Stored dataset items
- Opening Delimiter -

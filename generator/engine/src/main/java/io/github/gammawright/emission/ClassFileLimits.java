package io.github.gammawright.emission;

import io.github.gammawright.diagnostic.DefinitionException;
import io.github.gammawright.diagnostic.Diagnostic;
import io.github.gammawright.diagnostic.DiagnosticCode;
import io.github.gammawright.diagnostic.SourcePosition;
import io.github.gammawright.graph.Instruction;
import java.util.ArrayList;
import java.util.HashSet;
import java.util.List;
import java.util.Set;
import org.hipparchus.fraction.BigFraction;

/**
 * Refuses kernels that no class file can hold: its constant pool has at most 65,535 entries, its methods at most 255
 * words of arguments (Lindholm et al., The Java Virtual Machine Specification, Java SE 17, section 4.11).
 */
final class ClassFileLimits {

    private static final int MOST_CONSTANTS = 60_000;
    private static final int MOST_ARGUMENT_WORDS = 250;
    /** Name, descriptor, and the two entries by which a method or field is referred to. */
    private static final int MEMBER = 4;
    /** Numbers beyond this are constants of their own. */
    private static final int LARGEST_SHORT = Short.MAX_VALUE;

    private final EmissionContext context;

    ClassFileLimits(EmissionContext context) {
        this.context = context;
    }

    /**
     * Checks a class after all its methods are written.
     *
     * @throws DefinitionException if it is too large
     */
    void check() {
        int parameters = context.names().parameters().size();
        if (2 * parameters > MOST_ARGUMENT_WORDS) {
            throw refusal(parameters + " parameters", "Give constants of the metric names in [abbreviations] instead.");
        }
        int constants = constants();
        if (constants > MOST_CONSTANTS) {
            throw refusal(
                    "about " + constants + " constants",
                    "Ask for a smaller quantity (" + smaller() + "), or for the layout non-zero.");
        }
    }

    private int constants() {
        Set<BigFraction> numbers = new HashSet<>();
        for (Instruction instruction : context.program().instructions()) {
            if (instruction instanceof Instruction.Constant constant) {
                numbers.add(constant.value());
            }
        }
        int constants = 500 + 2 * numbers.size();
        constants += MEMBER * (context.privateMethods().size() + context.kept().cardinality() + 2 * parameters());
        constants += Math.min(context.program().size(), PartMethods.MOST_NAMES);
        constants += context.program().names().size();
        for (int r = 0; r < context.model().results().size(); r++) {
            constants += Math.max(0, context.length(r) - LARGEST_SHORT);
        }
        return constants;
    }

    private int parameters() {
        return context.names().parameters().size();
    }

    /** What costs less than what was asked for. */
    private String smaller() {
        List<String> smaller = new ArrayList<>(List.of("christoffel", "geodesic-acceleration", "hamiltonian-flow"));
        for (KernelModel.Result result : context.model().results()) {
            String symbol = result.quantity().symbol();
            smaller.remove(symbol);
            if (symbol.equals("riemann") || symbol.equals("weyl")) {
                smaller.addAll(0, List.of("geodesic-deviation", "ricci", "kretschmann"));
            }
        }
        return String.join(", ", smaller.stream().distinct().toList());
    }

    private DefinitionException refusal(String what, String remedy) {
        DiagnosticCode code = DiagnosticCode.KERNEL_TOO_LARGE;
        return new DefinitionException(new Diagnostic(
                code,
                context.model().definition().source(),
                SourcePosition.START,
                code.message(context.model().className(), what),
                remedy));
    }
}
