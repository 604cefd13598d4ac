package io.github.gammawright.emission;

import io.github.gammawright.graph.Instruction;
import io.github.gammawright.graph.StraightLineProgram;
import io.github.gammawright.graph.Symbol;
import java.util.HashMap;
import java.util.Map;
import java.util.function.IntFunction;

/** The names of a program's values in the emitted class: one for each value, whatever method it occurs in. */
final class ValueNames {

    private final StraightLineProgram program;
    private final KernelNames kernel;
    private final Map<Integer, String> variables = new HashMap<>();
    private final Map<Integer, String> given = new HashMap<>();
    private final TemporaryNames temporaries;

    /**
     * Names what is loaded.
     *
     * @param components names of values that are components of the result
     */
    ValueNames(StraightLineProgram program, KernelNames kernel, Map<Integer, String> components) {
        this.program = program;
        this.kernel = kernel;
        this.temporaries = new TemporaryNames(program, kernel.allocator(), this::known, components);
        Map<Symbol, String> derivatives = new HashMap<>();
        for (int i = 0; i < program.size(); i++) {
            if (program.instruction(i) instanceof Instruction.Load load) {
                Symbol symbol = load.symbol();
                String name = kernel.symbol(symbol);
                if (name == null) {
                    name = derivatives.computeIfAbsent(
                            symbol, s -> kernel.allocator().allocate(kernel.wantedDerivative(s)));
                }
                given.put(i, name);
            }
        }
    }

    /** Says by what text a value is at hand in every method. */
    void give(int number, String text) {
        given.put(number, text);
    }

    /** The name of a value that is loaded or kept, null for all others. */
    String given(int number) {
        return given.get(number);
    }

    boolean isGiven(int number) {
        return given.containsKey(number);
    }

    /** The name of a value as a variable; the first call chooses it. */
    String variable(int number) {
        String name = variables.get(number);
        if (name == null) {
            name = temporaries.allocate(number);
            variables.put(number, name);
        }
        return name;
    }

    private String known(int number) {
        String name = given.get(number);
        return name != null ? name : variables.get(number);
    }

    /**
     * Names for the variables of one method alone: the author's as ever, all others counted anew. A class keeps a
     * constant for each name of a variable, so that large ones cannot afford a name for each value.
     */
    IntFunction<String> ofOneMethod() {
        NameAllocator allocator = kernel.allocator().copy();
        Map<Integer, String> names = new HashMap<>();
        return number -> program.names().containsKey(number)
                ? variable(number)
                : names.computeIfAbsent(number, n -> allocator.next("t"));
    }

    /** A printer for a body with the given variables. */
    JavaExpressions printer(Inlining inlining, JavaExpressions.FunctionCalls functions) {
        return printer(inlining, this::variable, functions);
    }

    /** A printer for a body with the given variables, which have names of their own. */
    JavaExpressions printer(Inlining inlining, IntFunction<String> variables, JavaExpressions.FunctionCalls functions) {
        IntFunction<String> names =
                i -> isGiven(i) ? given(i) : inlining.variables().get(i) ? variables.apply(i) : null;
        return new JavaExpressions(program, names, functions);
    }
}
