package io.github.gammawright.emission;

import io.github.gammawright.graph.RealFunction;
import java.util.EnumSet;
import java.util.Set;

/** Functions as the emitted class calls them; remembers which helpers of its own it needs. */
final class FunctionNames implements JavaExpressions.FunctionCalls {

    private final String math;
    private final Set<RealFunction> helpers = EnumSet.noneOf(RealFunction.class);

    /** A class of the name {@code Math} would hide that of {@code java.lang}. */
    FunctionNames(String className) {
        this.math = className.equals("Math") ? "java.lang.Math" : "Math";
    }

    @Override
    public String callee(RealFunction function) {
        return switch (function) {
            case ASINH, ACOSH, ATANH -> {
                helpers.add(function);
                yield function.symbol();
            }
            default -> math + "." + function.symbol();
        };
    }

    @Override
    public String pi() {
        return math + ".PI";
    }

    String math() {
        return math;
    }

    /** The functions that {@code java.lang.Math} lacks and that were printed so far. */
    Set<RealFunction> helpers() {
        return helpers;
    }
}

- Closing Delimiter -

Description of the task - Every record above is to be transcribed exactly.

The completed task -
filename generator/engine/src/main/java/io/github/gammawright/emission/ClassFileLimits.java
package io.github.gammawright.emission;

import io.github.gammawright.diagnostic.DefinitionException;
import io.github.gammawright.diagnostic.Diagnostic;
import io.github.gammawright.diagnostic.DiagnosticCode;
import io.github.gammawright.diagnostic.SourcePosition;
import io.github.gammawright.graph.Instruction;
import java.util.ArrayList;
import java.util.HashSet;
import java.util.List;
import java.util.Set;
import org.hipparchus.fraction.BigFraction;

/**
 * Refuses kernels that no class file can hold: its constant pool has at most 65,535 entries, its methods at most 255
 * words of arguments (Lindholm et al., The Java Virtual Machine Specification, Java SE 17, section 4.11).
 */
final class ClassFileLimits {

    private static final int MOST_CONSTANTS = 60_000;
    private static final int MOST_ARGUMENT_WORDS = 250;
    /** Name, descriptor, and the two entries by which a method or field is referred to. */
    private static final int MEMBER = 4;
    /** Numbers beyond this are constants of their own. */
    private static final int LARGEST_SHORT = Short.MAX_VALUE;

    private final EmissionContext context;

    ClassFileLimits(EmissionContext context) {
        this.context = context;
    }

    /**
     * Checks a class after all its methods are written.
     *
     * @throws DefinitionException if it is too large
     */
    void check() {
        int parameters = context.names().parameters().size();
        if (2 * parameters > MOST_ARGUMENT_WORDS) {
            throw refusal(parameters + " parameters", "Give constants of the metric names in [abbreviations] instead.");
        }
        int constants = constants();
        if (constants > MOST_CONSTANTS) {
            throw refusal(
                    "about " + constants + " constants",
                    "Ask for a smaller quantity (" + smaller() + "), or for the layout non-zero.");
        }
    }

    private int constants() {
        Set<BigFraction> numbers = new HashSet<>();
        for (Instruction instruction : context.program().instructions()) {
            if (instruction instanceof Instruction.Constant constant) {
                numbers.add(constant.value());
            }
        }
        int constants = 500 + 2 * numbers.size();
        constants += MEMBER * (context.privateMethods().size() + context.kept().cardinality() + 2 * parameters());
        constants += Math.min(context.program().size(), PartMethods.MOST_NAMES);
        constants += context.program().names().size();
        for (int r = 0; r < context.model().results().size(); r++) {
            constants += Math.max(0, context.length(r) - LARGEST_SHORT);
        }
        return constants;
    }

    private int parameters() {
        return context.names().parameters().size();
    }

    /** What costs less than what was asked for. */
    private String smaller() {
        List<String> smaller = new ArrayList<>(List.of("christoffel", "geodesic-acceleration", "hamiltonian-flow"));
        for (KernelModel.Result result : context.model().results()) {
            String symbol = result.quantity().symbol();
            smaller.remove(symbol);
            if (symbol.equals("riemann") || symbol.equals("weyl")) {
                smaller.addAll(0, List.of("geodesic-deviation", "ricci", "kretschmann"));
            }
        }
        return String.join(", ", smaller.stream().distinct().toList());
    }

    private DefinitionException refusal(String what, String remedy) {
        DiagnosticCode code = DiagnosticCode.KERNEL_TOO_LARGE;
        return new DefinitionException(new Diagnostic(
                code,
                context.model().definition().source(),
                SourcePosition.START,
                code.message(context.model().className(), what),
                remedy));
    }
}
repository 604cefd13598d4ac
package io.github.gammawright.emission;

import io.github.gammawright.graph.Instruction;
import io.github.gammawright.graph.StraightLineProgram;
import io.github.gammawright.graph.Symbol;
import java.util.HashMap;
import java.util.Map;
import java.util.function.IntFunction;

/** The names of a program's values in the emitted class: one for each value, whatever method it occurs in. */
final class ValueNames {

    private final StraightLineProgram program;
    private final KernelNames kernel;
    private final Map<Integer, String> variables = new HashMap<>();
    private final Map<Integer, String> given = new HashMap<>();
    private final TemporaryNames temporaries;

    /**
     * Names what is loaded.
     *
     * @param components names of values that are components of the result
     */
    ValueNames(StraightLineProgram program, KernelNames kernel, Map<Integer, String> components) {
        this.program = program;
        this.kernel = kernel;
        this.temporaries = new TemporaryNames(program, kernel.allocator(), this::known, components);
        Map<Symbol, String> derivatives = new HashMap<>();
        for (int i = 0; i < program.size(); i++) {
            if (program.instruction(i) instanceof Instruction.Load load) {
                Symbol symbol = load.symbol();
                String name = kernel.symbol(symbol);
                if (name == null) {
                    name = derivatives.computeIfAbsent(
                            symbol, s -> kernel.allocator().allocate(kernel.wantedDerivative(s)));
                }
                given.put(i, name);
            }
        }
    }

    /** Says by what text a value is at hand in every method. */
    void give(int number, String text) {
        given.put(number, text);
    }

    /** The name of a value that is loaded or kept, null for all others. */
    String given(int number) {
        return given.get(number);
    }

    boolean isGiven(int number) {
        return given.containsKey(number);
    }

    /** The name of a value as a variable; the first call chooses it. */
    String variable(int number) {
        String name = variables.get(number);
        if (name == null) {
            name = temporaries.allocate(number);
            variables.put(number, name);
        }
        return name;
    }

    private String known(int number) {
        String name = given.get(number);
        return name != null ? name : variables.get(number);
    }

    /**
     * Names for the variables of one method alone: the author's as ever, all others counted anew. A class keeps a
     * constant for each name of a variable, so that large ones cannot afford a name for each value.
     */
    IntFunction<String> ofOneMethod() {
        NameAllocator allocator = kernel.allocator().copy();
        Map<Integer, String> names = new HashMap<>();
        return number -> program.names().containsKey(number)
                ? variable(number)
                : names.computeIfAbsent(number, n -> allocator.next("t"));
    }

    /** A printer for a body with the given variables. */
    JavaExpressions printer(Inlining inlining, JavaExpressions.FunctionCalls functions) {
        return printer(inlining, this::variable, functions);
    }

    /** A printer for a body with the given variables, which have names of their own. */
    JavaExpressions printer(Inlining inlining, IntFunction<String> variables, JavaExpressions.FunctionCalls functions) {
        IntFunction<String> names =
                i -> isGiven(i) ? given(i) : inlining.variables().get(i) ? variables.apply(i) : null;
        return new JavaExpressions(program, names, functions);
    }
}
package io.github.gammawright.emission;

import io.github.gammawright.graph.RealFunction;
import java.util.EnumSet;
import java.util.Set;

/** Functions as the emitted class calls them; remembers which helpers of its own it needs. */
final class FunctionNames implements JavaExpressions.FunctionCalls {

    private final String math;
    private final Set<RealFunction> helpers = EnumSet.noneOf(RealFunction.class);

    /** A class of the name {@code Math} would hide that of {@code java.lang}. */
    FunctionNames(String className) {
        this.math = className.equals("Math") ? "java.lang.Math" : "Math";
    }

    @Override
    public String callee(RealFunction function) {
        return switch (function) {
            case ASINH, ACOSH, ATANH -> {
                helpers.add(function);
                yield function.symbol();
            }
            default -> math + "." + function.symbol();
        };
    }

    @Override
    public String pi() {
        return math + ".PI";
    }

    String math() {
        return math;
    }

    /** The functions that {@code java.lang.Math} lacks and that were printed so far. */
    Set<RealFunction> helpers() {
        return helpers;
    }
}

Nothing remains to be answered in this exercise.